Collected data
· · · · · · ·
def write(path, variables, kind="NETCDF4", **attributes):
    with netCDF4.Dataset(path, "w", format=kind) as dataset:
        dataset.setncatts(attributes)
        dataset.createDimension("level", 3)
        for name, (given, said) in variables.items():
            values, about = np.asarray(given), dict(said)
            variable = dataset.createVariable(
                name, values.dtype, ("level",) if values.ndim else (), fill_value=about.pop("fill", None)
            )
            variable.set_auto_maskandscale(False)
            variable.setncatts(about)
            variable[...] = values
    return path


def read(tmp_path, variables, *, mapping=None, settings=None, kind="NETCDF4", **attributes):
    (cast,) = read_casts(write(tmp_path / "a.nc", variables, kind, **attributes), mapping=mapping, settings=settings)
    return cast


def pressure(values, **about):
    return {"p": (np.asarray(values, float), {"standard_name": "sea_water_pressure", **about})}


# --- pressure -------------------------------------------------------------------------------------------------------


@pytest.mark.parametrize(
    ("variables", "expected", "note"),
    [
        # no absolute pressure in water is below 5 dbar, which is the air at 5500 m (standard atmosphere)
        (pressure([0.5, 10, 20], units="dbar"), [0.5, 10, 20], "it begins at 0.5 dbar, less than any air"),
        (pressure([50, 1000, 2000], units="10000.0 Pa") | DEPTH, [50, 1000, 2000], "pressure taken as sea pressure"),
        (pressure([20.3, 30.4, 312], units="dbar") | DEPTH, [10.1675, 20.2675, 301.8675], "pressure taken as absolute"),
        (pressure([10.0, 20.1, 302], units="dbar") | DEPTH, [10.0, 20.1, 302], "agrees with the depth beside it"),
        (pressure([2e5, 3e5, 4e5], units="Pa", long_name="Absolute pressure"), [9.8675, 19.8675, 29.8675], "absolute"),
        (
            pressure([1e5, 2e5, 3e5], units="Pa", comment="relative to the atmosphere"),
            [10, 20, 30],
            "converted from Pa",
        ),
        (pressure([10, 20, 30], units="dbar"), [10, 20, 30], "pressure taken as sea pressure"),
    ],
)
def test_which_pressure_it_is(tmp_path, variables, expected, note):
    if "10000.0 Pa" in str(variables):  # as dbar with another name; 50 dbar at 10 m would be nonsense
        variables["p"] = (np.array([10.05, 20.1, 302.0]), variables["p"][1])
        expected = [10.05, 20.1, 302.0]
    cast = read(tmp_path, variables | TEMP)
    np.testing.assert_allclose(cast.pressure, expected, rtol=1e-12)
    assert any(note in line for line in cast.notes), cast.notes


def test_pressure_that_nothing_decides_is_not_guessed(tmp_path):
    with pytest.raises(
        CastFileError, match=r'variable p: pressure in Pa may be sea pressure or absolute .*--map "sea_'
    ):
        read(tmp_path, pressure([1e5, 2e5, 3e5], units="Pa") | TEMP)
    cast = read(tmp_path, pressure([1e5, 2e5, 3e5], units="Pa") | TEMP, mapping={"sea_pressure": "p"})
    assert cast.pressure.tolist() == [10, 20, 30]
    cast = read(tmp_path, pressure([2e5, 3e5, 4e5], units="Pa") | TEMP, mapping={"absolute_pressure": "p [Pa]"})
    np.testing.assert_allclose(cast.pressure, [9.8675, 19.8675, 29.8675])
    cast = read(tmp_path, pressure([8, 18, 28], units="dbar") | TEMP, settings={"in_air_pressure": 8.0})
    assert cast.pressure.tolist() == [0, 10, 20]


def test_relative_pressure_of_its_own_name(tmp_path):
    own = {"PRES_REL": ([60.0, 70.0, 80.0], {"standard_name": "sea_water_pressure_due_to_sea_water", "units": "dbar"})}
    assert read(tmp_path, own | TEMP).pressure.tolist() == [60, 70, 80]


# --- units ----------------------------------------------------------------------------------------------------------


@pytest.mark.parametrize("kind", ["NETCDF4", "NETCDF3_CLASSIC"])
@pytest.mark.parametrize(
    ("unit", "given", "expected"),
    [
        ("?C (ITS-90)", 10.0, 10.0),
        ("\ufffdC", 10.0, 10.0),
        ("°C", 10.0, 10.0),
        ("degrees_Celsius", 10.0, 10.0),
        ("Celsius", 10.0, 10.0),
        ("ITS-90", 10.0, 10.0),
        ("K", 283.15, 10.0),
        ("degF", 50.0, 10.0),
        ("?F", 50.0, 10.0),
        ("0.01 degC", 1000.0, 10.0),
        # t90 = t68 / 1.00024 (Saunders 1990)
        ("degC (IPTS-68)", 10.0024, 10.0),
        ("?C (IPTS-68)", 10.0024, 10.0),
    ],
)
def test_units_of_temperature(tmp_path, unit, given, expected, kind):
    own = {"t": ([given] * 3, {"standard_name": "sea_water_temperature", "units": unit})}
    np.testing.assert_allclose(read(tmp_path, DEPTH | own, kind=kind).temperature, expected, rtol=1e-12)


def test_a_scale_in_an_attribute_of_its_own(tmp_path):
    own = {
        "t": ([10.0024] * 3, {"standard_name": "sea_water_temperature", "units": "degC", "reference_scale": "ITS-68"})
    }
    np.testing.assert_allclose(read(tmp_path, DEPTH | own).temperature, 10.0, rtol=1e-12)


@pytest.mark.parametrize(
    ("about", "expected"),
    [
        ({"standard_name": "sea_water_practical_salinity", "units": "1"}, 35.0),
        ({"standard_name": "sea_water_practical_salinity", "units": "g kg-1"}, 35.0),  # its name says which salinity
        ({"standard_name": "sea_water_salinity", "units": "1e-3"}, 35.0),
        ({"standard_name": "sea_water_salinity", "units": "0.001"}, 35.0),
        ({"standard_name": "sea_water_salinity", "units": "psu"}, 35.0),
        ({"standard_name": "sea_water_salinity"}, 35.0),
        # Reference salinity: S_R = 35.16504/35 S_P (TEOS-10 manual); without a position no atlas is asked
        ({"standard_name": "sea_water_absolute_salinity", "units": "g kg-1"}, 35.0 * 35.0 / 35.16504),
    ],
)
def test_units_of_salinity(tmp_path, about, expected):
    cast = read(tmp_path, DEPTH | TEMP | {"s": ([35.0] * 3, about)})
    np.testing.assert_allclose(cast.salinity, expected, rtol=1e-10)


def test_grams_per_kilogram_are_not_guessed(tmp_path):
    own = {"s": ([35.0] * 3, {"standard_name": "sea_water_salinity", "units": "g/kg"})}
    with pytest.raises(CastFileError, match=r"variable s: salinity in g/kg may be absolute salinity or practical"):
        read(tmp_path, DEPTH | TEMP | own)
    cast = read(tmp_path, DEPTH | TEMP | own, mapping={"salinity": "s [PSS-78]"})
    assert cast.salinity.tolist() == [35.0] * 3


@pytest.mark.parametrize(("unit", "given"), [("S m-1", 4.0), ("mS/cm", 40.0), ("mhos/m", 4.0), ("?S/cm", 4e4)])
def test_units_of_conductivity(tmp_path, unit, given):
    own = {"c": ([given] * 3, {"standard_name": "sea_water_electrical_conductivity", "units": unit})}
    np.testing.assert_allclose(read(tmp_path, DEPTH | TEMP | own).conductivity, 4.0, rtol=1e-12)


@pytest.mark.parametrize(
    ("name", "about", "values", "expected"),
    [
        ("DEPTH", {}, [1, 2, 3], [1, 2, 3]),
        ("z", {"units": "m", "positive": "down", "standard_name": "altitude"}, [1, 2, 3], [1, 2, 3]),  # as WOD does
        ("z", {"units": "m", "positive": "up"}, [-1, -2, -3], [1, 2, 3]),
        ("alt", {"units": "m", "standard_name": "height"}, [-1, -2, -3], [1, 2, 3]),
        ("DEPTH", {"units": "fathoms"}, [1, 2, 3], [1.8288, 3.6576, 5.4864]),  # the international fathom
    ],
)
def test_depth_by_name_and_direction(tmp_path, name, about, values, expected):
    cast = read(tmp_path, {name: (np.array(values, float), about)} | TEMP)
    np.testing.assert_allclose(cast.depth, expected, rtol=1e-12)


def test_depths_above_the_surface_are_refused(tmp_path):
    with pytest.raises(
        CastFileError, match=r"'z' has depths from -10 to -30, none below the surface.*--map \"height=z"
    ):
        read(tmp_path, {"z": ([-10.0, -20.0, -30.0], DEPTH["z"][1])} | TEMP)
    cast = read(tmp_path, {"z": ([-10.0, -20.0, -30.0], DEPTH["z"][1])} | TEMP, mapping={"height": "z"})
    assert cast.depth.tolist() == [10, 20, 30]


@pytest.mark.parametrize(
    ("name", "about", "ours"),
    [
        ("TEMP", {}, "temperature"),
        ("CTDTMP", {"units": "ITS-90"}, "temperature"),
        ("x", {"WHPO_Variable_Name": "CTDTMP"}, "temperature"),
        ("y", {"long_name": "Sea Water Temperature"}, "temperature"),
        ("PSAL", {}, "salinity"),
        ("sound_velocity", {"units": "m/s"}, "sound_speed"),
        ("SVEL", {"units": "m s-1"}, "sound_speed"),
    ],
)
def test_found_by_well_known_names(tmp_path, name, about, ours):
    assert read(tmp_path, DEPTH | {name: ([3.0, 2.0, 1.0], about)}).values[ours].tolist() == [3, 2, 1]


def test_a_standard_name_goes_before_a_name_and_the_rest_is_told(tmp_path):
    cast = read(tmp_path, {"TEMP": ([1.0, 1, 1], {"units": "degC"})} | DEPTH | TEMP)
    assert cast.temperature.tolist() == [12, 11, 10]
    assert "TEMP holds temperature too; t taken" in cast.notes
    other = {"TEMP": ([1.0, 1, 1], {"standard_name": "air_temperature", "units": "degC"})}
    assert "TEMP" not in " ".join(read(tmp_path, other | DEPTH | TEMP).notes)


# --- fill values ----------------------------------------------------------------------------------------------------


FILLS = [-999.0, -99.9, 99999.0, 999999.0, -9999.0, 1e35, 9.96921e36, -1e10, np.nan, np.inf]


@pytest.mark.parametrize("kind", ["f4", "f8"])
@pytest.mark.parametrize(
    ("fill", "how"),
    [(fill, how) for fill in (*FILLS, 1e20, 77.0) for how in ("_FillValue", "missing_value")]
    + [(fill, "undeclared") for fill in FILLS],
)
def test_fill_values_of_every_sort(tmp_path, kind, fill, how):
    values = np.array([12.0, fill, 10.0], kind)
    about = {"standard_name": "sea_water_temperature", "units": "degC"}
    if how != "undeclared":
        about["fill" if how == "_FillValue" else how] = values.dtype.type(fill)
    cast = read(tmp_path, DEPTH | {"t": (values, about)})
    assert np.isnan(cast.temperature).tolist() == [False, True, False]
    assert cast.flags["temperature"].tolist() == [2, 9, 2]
· · · · · · ·
TASK INSTRUCTIONS. The word "attributes" appears on some lines of the data above; say how many such lines there are, with nothing else.

RESULT OF THE TASK. 4